_Required action_.
Which lines below include "started"? Copy them all.

_Exercise materials_.
........
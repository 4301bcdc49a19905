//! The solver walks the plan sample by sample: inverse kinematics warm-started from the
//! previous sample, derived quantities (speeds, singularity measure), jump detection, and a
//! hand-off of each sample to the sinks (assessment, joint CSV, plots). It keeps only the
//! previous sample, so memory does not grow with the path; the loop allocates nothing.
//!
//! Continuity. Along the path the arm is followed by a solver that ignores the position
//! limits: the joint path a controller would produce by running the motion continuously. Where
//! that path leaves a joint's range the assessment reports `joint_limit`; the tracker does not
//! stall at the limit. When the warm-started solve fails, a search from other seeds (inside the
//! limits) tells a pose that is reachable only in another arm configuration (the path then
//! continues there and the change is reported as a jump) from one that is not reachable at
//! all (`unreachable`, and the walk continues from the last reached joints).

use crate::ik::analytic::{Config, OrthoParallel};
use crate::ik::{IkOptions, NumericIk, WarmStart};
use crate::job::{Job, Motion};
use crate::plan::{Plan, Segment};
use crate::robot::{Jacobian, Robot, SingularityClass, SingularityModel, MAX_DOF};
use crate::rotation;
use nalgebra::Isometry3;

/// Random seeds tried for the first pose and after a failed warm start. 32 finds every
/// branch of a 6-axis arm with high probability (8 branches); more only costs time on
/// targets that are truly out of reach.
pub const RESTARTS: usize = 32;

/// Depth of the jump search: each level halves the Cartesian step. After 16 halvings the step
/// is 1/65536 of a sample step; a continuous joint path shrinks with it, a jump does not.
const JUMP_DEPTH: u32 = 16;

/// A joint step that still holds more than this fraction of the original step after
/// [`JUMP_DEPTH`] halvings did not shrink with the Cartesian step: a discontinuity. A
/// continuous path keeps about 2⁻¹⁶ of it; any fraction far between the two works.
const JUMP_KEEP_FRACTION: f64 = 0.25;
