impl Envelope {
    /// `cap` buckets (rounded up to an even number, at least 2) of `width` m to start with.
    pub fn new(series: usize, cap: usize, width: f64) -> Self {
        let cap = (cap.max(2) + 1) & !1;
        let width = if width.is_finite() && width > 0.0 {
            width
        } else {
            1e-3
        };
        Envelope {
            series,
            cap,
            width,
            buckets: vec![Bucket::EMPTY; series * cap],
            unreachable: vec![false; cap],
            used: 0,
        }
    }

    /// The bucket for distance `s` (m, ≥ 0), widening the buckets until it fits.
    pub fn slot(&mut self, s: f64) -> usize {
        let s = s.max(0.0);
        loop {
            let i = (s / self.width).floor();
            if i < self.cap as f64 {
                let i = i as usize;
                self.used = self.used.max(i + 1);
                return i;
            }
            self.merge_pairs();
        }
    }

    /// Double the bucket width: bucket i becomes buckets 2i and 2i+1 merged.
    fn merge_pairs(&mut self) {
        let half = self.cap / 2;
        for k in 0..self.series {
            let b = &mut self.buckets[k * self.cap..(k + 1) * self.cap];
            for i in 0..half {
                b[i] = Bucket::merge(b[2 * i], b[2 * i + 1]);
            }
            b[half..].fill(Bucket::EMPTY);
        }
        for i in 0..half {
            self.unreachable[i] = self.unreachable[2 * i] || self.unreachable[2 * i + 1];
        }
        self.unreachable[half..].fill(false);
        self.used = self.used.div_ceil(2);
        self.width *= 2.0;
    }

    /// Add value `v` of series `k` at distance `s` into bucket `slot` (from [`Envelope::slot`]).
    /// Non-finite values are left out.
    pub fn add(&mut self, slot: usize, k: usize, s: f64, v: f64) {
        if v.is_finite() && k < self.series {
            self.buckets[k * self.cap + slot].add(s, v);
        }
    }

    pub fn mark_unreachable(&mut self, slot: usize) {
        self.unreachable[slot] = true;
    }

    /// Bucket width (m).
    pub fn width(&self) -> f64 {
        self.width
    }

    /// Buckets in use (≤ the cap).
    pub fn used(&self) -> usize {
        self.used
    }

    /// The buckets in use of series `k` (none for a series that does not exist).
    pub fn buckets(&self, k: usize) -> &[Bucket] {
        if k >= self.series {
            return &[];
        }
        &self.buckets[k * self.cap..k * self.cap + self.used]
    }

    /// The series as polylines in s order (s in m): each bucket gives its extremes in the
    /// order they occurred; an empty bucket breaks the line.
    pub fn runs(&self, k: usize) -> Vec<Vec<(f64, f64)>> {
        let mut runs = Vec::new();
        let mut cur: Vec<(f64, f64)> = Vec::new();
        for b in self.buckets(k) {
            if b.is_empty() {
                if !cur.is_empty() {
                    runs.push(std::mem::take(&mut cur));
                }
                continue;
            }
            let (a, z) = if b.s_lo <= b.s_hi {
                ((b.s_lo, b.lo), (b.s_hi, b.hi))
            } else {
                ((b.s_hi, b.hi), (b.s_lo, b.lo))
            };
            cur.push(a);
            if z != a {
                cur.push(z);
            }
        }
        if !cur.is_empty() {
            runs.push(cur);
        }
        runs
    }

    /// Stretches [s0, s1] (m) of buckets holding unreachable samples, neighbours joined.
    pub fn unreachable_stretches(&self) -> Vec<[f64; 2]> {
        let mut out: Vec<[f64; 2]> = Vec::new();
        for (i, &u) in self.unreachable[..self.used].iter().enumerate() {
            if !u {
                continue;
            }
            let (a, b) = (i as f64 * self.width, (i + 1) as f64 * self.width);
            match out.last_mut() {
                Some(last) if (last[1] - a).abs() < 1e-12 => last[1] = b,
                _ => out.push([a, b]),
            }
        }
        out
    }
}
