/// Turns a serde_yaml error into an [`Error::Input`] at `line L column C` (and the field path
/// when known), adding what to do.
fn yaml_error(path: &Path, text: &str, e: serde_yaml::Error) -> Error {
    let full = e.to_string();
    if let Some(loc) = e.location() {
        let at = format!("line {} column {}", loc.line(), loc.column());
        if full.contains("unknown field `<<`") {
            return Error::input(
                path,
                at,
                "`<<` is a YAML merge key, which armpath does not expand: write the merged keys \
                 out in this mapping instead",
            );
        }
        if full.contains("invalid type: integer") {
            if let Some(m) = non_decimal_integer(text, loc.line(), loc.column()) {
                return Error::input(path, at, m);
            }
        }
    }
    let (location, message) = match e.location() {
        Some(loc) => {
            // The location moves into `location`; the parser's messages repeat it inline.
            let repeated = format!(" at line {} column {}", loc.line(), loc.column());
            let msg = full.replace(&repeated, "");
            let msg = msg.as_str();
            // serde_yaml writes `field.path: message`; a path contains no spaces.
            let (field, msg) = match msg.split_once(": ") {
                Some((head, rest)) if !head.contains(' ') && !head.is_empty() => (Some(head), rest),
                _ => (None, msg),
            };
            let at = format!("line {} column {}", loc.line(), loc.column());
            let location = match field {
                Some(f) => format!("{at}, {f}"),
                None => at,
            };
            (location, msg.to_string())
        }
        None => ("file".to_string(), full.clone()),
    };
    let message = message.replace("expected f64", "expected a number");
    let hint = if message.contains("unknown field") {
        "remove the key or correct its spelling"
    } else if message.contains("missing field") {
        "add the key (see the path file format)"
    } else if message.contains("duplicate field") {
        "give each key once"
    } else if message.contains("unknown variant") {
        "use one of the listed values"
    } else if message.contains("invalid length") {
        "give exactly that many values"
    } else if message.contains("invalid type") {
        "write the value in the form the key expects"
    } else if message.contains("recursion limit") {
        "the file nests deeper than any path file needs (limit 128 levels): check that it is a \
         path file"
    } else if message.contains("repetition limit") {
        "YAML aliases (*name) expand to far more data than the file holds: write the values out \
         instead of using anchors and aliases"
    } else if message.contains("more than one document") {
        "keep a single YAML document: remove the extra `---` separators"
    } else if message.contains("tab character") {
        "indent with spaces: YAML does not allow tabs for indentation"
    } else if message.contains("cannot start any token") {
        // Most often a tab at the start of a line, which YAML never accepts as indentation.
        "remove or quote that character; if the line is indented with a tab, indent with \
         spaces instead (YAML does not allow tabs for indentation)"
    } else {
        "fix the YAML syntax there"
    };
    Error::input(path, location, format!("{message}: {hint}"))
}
........
_Answer_.
//! The solver walks the plan sample by sample: inverse kinematics warm-started from the
//! stall at the limit. When the warm-started solve fails, a search from other seeds (inside the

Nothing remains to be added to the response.